# SAN JOSE CALIFORNIA (BARRIO TRUJILLANO)



## El Bajopontino (Feb 17, 2005)

Esta urbanización no se queda atrás, pero me quedo con el Golf.


----------



## Libidito (Aug 5, 2005)

El Bajopontino said:


> Esta urbanización no se queda atrás, pero me quedo con el Golf.


De hecho pss, el golf es la urbanizacion de mayor poder adquisitivo de Trujillo.


----------



## Carlos_"U" (Feb 13, 2006)

excelentes fotos!!! muy buenas


----------



## Liquido (Apr 3, 2005)

se ve bien esa urbanizacion, buenas fotos.


----------



## Filter (Apr 9, 2005)

Que agradable se ve ese barrio, las areas verdes bien cuidadas y mucha limpieza, me recuerda las calles de San Borja, eso si el cableado aereo es un gran problema al igual que en Lima.


----------



## Libidito (Aug 5, 2005)

Filter said:


> Que agradable se ve ese barrio, las areas verdes bien cuidadas y mucha limpieza, me recuerda las calles de San Borja, eso si el cableado aereo es un gran problema al igual que en Lima.

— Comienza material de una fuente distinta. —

def register(sub: Any) -> None:
    parser = sub.add_parser(
        "bleaching", help="check a time series or z-stack for photobleaching",
        description="Measure how much the foreground signal faded along the acquisition "
        "(time points, or the slices of one z-stack), fit first-order bleaching, and compare the "
        "loss with a tolerance. Exit status 0 within tolerance, 3 above it, 2 for bad input. "
        "One z-stack alone cannot tell bleaching from depth attenuation: acquire a second pass "
        "deepest-first and give it with --reverse.")
    parser.add_argument("input", metavar="INPUT", help="OME-TIFF or TIFF (time series or z-stack)")
    parser.add_argument("--axis", choices=("t", "z"), default=None,
                        help="acquisition axis (default: t when INPUT has time points, else z)")
    parser.add_argument("--interval", type=float, default=None, metavar="S",
                        help="seconds between time points (for --axis z: the z-step in um); "
                        "default: from the file")
    parser.add_argument("--tolerance", default="0.10", metavar="F",
                        help=f"accepted fraction of signal lost, e.g. 0.1 or 10%% ({TOLERANCE_NOTE})")
    parser.add_argument("--report", default=None, metavar="R.json", help="write a JSON report")
    parser.add_argument("--plot", default=None, metavar="P.png", help="write a PNG of the check")
    parser.add_argument("-o", "--output", default=None, metavar="CORRECTED",
                        help="write the bleaching-corrected series here (.ome.tif, float32)")
    parser.add_argument("--rescale", choices=("model", "measured"), default="model",
                        help="how -o rescales each frame: divide by the fitted decay (model, "
                        "default) or by the frame's measured foreground signal (measured)")
    parser.add_argument("--equalise", default=None, metavar="OUT",
                        help="also write a copy whose frames' contrast is equalised to frame 0 "
                        "(histogram specification: for display and segmentation, not for "
                        "intensities)")
    parser.add_argument("--reverse", default=None, metavar="SECOND_PASS",
                        help="second pass over the same stack, acquired deepest-first (stored "
                        "surface first): separate bleaching from attenuation")
    parser.add_argument("--channel", type=int, default=None, metavar="N",
                        help="channel to check (default 0 when INPUT has several)")
    parser.add_argument("--overwrite", action="store_true", help="replace existing output files")
    parser.set_defaults(func=run)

El uniko k se salva es el centro, el cableado es subterraneo ahí.


----------



## un mexicano (Mar 21, 2005)

worale!!!!..bastante moderna la zona!! y sta elegante tambien!!! kay:


----------



## Lucuma (Jun 2, 2005)

q bien está San José de California!!! se ve muy tranquila esa zona :yes:


----------



## rafo18 (Mar 9, 2005)

muy bonita ....


----------



## perupd (Oct 9, 2005)

Como dato adicional:
La Urb. se llama San José de California, porque queda atrás del colegio San José Obrero Marianistas (el cole donde estudié )


----------



## chema1553 (Dec 22, 2011)

*alguien conoces esta asesoría de inversiones?*



Pisco_Perú said:


> este barrio esta muy bonito, buena la calidad de las fotos!


Hola a todos, me gustaría saber si alguien conoce a: asesores consultores del norte AVA S.A.

Es de San josé, barrio la California. de la enbajada de nicaragua.

gracias


----------